Shipping it all together, take one

Of course we knew about this scenario for a long time. It's been one of the goals of Project FOG to transparently collect data from Gecko and the embedding application!

We set out to find a solution so that we can connect both sides and have only one Glean be responsible for the data collection & sending.

We started with more detailed planning all the way back in August of last year and agreed on a design in October. Due to changed priorities & availability of people we didn't get into the implementation phase until earlier this year.

By February I had a first rough prototype in place. When Gecko was shipped as part of GeckoView it would automatically look up the Glean library that is shipped as a dynamic library with the Android application. All function calls to record data from within Gecko would thus ultimately land in the Glean instance that is controlled by Fenix. Glean and the abstraction layer within Gecko would do the heavy work, but users of the Glean API would notice no difference, except their data would now show up in pings sent from Fenix.

This integration was brittle. It required finding the right dynamic library, looking up symbols at runtime as well as reimplementing all metric types to switch to the FFI API in a GeckoView build. We abandoned this approach and started looking for a better one.

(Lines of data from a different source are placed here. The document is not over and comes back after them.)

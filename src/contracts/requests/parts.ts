// What an admin sends to /api/parts/<shelf> and the torque-table upload: the schemas and the field types.
import { z } from 'zod';
import { PULLEY_KINDS } from '../enums';
import type { PartShelf } from '../parts';
import { paginationSchema } from './common';

// Ranges follow the design schema (src/engine/schema.ts) so any part on the shelf can fill the Design desk
// form without the form then rejecting it.

const finite = () => z.number({ message: 'must be a number' }).refine(Number.isFinite, 'must be a finite number');
const between = (min: number, max: number) => finite().min(min, `must be at least ${min}`).max(max, `must be at most ${max}`);
const positive = (max: number) => finite().gt(0, 'must be greater than 0').max(max, `must be at most ${max}`);
const whole = (min: number, max: number) => between(min, max).int('must be a whole number');
const text = (max: number) => z.string({ message: 'must be text' }).trim().max(max, `must be at most ${max} characters`);
const nameSchema = z.string({ message: 'is required' }).trim().min(1, 'is required').max(120, 'must be at most 120 characters');
/** Free text that may be left out or sent as null (a cleared form field); stored as ''. */
const optionalText = (max: number) => z.preprocess((v) => (v === null ? '' : v), text(max)).default('');
const noteSchema = optionalText(2000);

/** One row of a torque–speed table: speed in revolutions per second, torque in N·m. */
export const torquePointSchema = z.strictObject({
  speedRevPerS: between(0, 1000),
  torqueNm: between(0, 100),
});

/** A torque–speed table: 2 to 500 rows, speeds strictly increasing (the CSV upload uses the same rule). */
export const torqueCurveSchema = z
  .array(torquePointSchema, { message: 'must be a list of {speedRevPerS, torqueNm} rows or null' })
  .min(2, 'must have at least 2 rows')
  .max(500, 'must have at most 500 rows')
  .superRefine((rows, ctx) => {
    for (let i = 1; i < rows.length; i++) {
      if (!(rows[i].speedRevPerS > rows[i - 1].speedRevPerS)) {
        ctx.addIssue({ code: 'custom', path: [i, 'speedRevPerS'], message: 'speeds must increase from row to row' });
      }
    }
  });

/** Supply voltage and driver RMS current a torque table was measured at. */
export const torqueConditionsSchema = z.strictObject({
  supplyV: positive(1000),
  currentRmsA: positive(50),
});

/**
 * The text fields of POST /api/parts/motors/:id/torque-curve (multipart, beside `file`): what the table was measured
 * at. Both are required, so every table on the shelf says which drive it describes.
 */
export const torqueUploadBodySchema = z.strictObject({
  supplyV: z.coerce.number({ message: 'is required: the supply voltage the table was measured at' }).pipe(positive(1000)),
  currentRmsA: z.coerce.number({ message: 'is required: the driver current (RMS) the table was measured at' }).pipe(positive(50)),
});

const beltShape = {
  name: nameSchema,
  profile: z.string({ message: 'is required' }).trim().min(1, 'is required').max(40, 'must be at most 40 characters'),
  standard: optionalText(120),
  pitchMm: positive(50),
  widthMm: positive(500),
  linearMassKgPerM: positive(10),
  axialStiffnessN: positive(1e8),
  allowableTensionN: positive(1e6),
  minPulleyTeeth: whole(1, 500),
  source: optionalText(500),
  note: noteSchema,
};

const pulleyShape = {
  name: nameSchema,
  teeth: whole(6, 500),
  pitchMm: positive(50),
  profile: z.string({ message: 'is required' }).trim().min(1, 'is required').max(40, 'must be at most 40 characters'),
  kind: z.enum(PULLEY_KINDS, { message: `must be one of ${PULLEY_KINDS.join(', ')}` }),
  boreMm: positive(100),
  inertiaKgM2: between(0, 1).nullable().default(null),
  note: noteSchema,
};

const motorShape = {
  name: nameSchema,
  frameMm: whole(10, 250),
  stepAngleDeg: between(0.1, 15),
  holdingTorqueNm: positive(100),
  ratedCurrentA: positive(50),
  phaseResistanceOhm: between(0, 1000),
  phaseInductanceMh: between(0, 10000),
  rotorInertiaKgM2: between(0, 1),
  massKg: between(0, 100),
  torqueCurve: torqueCurveSchema.nullable().default(null),
  torqueCurveConditions: torqueConditionsSchema.nullable().default(null),
  note: noteSchema,
};

/** POST /api/parts/belts — a belt profile, shaped like the design's `belt` plus what identifies it. */
export const beltPartSchema = z.strictObject(beltShape);
/** POST /api/parts/pulleys */
export const pulleyPartSchema = z.strictObject(pulleyShape);
/** POST /api/parts/motors — shaped like the design's `motor` plus frame size. */
export const motorPartSchema = z.strictObject(motorShape);

const retiredSchema = z.boolean({ message: 'must be true or false' });

/** PATCH bodies: any subset of the fields, plus `retired`; at least one field. Defaults are not applied. */
function patchSchema<T extends Record<string, z.ZodType>>(shape: T) {
  const optionalShape = Object.fromEntries(
    Object.entries(shape).map(([key, schema]) => {
      const inner = schema instanceof z.ZodDefault ? (schema.unwrap() as z.ZodType) : schema;
      return [key, inner.optional()];
    }),
  ) as { [K in keyof T]: z.ZodOptional<z.ZodType<z.output<T[K]>, z.input<T[K]>>> };
  return z.strictObject({ ...optionalShape, retired: retiredSchema.optional() }).refine((v) => Object.keys(v).length > 0, {
    message: 'give at least one field to change',
    // Only when the fields themselves are fine: `{colour: 'red'}` is reported as an unknown field, not as empty.
    when: (payload) => payload.issues.length === 0,
  });
}

/** PATCH /api/parts/belts/:id */
export const beltPartPatchSchema = patchSchema(beltShape);
/** PATCH /api/parts/pulleys/:id */
export const pulleyPartPatchSchema = patchSchema(pulleyShape);
/** PATCH /api/parts/motors/:id */
export const motorPartPatchSchema = patchSchema(motorShape);

/** `?includeRetired=1|true|0|false` */
const flagSchema = z
  .enum(['1', '0', 'true', 'false'], { message: 'must be 1, 0, true or false' })
  .transform((v) => v === '1' || v === 'true');

/** GET /api/parts/<shelf>?page&pageSize&q&includeRetired — 100 per page by default, the whole starter shelf. */
export const listPartsQuerySchema = paginationSchema.extend({
  pageSize: paginationSchema.shape.pageSize.unwrap().default(100),
  q: z.string({ message: 'must be a single search term' }).trim().max(100, 'must be at most 100 characters').optional(),
  includeRetired: flagSchema.default(false),
});

export type BeltPartInput = z.output<typeof beltPartSchema>;
export type PulleyPartInput = z.output<typeof pulleyPartSchema>;
export type MotorPartInput = z.output<typeof motorPartSchema>;
export type PartInput = BeltPartInput | PulleyPartInput | MotorPartInput;
export type PartPatch = Partial<PartInput> & { retired?: boolean };
export type ListPartsQuery = z.output<typeof listPartsQuerySchema>;
/** A part's fields per shelf, as validated (defaults filled in): what adding a part sends and the shelf stores. */
export interface PartInputOf extends Record<PartShelf, PartInput> {
  belts: BeltPartInput;
  pulleys: PulleyPartInput;
  motors: MotorPartInput;
}
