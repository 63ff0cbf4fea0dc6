import { ref, shallowRef, watch, type Ref, type ShallowRef } from 'vue';
import { deleteAttachment, listAttachments, uploadAttachment, type AttachmentPage } from '@/api/attachments';
import { isApiError } from '@/api/http';
import { errorMessage } from '@/utils/message';

/** State and actions of a design's attachments panel. */
export interface UseDesignAttachments {
  page: ShallowRef<AttachmentPage | null>;
  isLoading: Ref<boolean>;
  isUploading: Ref<boolean>;
  /** The API's message for the last failed action. */
  error: Ref<string>;
  busyIds: Ref<Set<number>>;
  load: () => Promise<void>;
  add: (file: File) => Promise<boolean>;
  remove: (id: number) => Promise<boolean>;
}

/**
 * Lists, uploads and deletes the files attached to a design.
 * @param designId - the design (reactive)
 */
export function useDesignAttachments(designId: Ref<number>): UseDesignAttachments {
  const page = shallowRef<AttachmentPage | null>(null);
  const isLoading = ref(false);
  const isUploading = ref(false);
  const error = ref('');
  const busyIds = ref(new Set<number>());

  async function load(): Promise<void> {
    isLoading.value = true;
    try {
      page.value = await listAttachments(designId.value);
    } catch (err) {
      error.value = errorMessage(err, 'The attachments could not be loaded.');
    } finally {
      isLoading.value = false;
    }
  }

  async function add(file: File): Promise<boolean> {
    isUploading.value = true;
    error.value = '';
    try {
      await uploadAttachment(designId.value, file);
      await load();
      return true;
    } catch (err) {
      error.value = isApiError(err) ? err.message : errorMessage(err);
      return false;
    } finally {
      isUploading.value = false;
    }
  }

  async function remove(id: number): Promise<boolean> {
    busyIds.value = new Set([...busyIds.value, id]);
    error.value = '';
    try {
      await deleteAttachment(id);
      await load();
      return true;
    } catch (err) {
      error.value = errorMessage(err);
      return false;
    } finally {
      const next = new Set(busyIds.value);
      next.delete(id);
      busyIds.value = next;
    }
  }

  watch(designId, () => void load(), { immediate: true });
  return { page, isLoading, isUploading, error, busyIds, load, add, remove };
}
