import type { AssayMethod, CampaignStatus, SelectivityMeasure } from '../../../../api/features/campaigns/schemas';

export const MEASURE_LABEL: Record<SelectivityMeasure, string> = {
  ee: 'ee (%)',
  percentA: '% A',
  er: 'er (A:B)',
  dr: 'dr (A:B)',
  ratio: 'r = A/B',
};

/** The unit an uncertainty is given in, per measure (as the engine reads it). */
export function uncertaintyUnit(measure: SelectivityMeasure): string {
  switch (measure) {
    case 'ee':
      return '(% ee)';
    case 'percentA':
    case 'er':
      return '(% A)';
    default:
      return '(relative)';
  }
}

export const ASSAY_LABEL: Record<AssayMethod, string> = {
  'chiral-hplc': 'chiral HPLC',
  'chiral-sfc': 'chiral SFC',
  'chiral-gc': 'chiral GC',
  nmr: 'NMR',
  other: 'other',
};

/** Status as a word with a shape, never colour alone. */
export const STATUS_MARK: Record<CampaignStatus, string> = { planned: '◌', active: '●', completed: '✓', archived: '▪' };

/** Kelvin at 0 °C, from the shared quantities module. */
export { CELSIUS_OFFSET_K as CELSIUS } from '../../../../api/science/quantities';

Shipping it all together, take two

After the first failed approach the issue was acknowledged by other teams, including the GeckoView and Android teams.

Glean is not the only Rust project shipped for mobile, the application-services team is also shipping components written in Rust. They bundle all components into a single library, dubbed the megazord. This reduces its size (dependencies & the Rust standard library are only linked once) and simplifies shipping, because there's only one library to ship. We always talked about pulling in Glean as well into such a megazord, but ultimately didn't do it (except for iOS builds).

With that in mind we decided it's now the time to design a solution, so that eventually we can bundle multiple Rust components in a single build. We came up with the following plan:

Consumers such as Fenix will depend on both GeckoView and Glean. At build time the Glean Gradle plugin will detect this and will ensure the glean-native package, and thus the Glean library, is not part of the build. Instead it assumes libxul from GeckoView will take that role.

This has some advantages. First off everything is compiled together into one big library. Rust code gets linked together and even Rust consumers within Gecko can directly use the Glean Rust API. Next up we can ensure that the version of the Glean core library matches the Glean Kotlin package used by the final application. It is important that the code matches, otherwise calling native functions could lead to memory or safety issues.

Glean is running ahead here, paving the way for more components to be shipped the same way. Eventually the experimentation SDK called Nimbus and other application-services components will start using the Rust API of Glean. This will require compiling Glean alongside them and that's the exact case that is handled in mozilla-central for GeckoView then.

Now the unfortunate truth is: these changes have not landed yet. It's been implemented for both the Glean SDK and mozilla-central, but also requires changes for the build system of mozilla-central. Initially that looked like simple changes to adopt the new bundling, but it turned into bigger changes across the board. Some of the infrastructure used to build and test Android code from mozilla-central was untouched for years and thus is very outdated and not easy to change. With everything else going on for Firefox it's been a slow process to update the infrastructure, prepare the remaining changes and finally getting this landed.

But we're close now!

Big thanks to Agi for connecting the right people, driving the initial design and helping me with the GeckoView changes. He also took on the challenge of changing the build system. And also thanks to chutten for his reviews and input. He's driving the FOG work forward and thus really really needs us to ship GeckoView support.